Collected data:

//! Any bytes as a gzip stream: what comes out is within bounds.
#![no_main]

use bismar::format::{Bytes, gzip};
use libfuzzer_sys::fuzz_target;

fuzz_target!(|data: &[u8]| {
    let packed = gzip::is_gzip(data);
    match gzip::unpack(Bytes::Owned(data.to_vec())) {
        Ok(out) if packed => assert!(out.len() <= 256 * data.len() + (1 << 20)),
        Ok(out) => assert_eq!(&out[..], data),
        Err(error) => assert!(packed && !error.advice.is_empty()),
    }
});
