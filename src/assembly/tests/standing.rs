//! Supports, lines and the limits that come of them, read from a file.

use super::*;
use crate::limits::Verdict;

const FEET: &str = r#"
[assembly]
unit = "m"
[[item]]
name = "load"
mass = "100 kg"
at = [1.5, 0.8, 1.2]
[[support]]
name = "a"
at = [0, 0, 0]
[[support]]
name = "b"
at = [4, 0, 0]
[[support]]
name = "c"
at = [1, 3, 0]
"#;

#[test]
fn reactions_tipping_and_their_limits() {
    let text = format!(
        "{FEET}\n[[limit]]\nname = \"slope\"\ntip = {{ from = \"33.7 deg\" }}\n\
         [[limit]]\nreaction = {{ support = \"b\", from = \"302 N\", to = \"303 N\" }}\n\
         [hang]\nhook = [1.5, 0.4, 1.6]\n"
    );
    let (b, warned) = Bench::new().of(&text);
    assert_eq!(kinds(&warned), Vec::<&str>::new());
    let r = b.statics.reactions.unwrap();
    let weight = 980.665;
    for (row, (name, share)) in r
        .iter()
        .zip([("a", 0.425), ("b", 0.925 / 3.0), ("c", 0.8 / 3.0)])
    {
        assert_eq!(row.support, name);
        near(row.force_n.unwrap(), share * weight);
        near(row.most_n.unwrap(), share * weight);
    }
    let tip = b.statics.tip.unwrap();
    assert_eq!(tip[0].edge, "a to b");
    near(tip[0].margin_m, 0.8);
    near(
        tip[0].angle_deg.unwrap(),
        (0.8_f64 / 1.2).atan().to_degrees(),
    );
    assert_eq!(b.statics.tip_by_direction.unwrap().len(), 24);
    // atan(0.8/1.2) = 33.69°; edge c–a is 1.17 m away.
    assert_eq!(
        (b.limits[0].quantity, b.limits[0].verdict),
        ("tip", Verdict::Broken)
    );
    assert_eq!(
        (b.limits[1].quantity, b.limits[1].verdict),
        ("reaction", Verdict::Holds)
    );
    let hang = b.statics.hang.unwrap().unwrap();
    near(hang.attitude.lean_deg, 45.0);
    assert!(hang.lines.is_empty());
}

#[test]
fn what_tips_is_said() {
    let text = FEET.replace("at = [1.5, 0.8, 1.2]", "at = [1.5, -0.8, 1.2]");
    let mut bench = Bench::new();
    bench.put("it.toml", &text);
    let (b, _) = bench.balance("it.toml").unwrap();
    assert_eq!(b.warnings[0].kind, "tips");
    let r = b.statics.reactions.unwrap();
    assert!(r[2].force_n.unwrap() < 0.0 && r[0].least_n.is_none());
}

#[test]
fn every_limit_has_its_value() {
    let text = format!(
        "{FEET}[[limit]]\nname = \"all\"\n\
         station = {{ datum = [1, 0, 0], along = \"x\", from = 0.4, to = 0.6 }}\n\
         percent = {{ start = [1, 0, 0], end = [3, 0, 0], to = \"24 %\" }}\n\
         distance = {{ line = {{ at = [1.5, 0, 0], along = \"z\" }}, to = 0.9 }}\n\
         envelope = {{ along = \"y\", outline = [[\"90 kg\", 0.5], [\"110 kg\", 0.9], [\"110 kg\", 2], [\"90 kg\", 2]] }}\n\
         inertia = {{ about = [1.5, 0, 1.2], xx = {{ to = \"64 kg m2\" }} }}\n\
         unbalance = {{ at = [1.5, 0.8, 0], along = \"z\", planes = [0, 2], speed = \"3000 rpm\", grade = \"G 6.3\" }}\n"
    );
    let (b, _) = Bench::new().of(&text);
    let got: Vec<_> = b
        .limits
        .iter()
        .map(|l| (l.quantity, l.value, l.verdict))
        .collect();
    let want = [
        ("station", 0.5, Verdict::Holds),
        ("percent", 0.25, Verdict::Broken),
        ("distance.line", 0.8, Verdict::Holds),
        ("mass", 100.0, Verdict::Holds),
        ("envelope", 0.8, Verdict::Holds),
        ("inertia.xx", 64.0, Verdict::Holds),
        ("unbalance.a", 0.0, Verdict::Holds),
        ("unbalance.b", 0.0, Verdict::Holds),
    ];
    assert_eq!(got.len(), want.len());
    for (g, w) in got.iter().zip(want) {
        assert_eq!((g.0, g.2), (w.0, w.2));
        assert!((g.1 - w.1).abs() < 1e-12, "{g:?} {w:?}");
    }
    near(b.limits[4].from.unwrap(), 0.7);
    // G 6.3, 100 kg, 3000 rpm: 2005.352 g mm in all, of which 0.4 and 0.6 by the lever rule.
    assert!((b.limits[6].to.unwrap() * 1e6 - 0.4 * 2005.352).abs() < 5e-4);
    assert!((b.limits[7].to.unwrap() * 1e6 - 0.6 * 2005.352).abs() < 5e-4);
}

**PROBLEM**: Looking at the data above, report how many of its lines include the word "station". The number alone is the answer.

**REPLY**: 2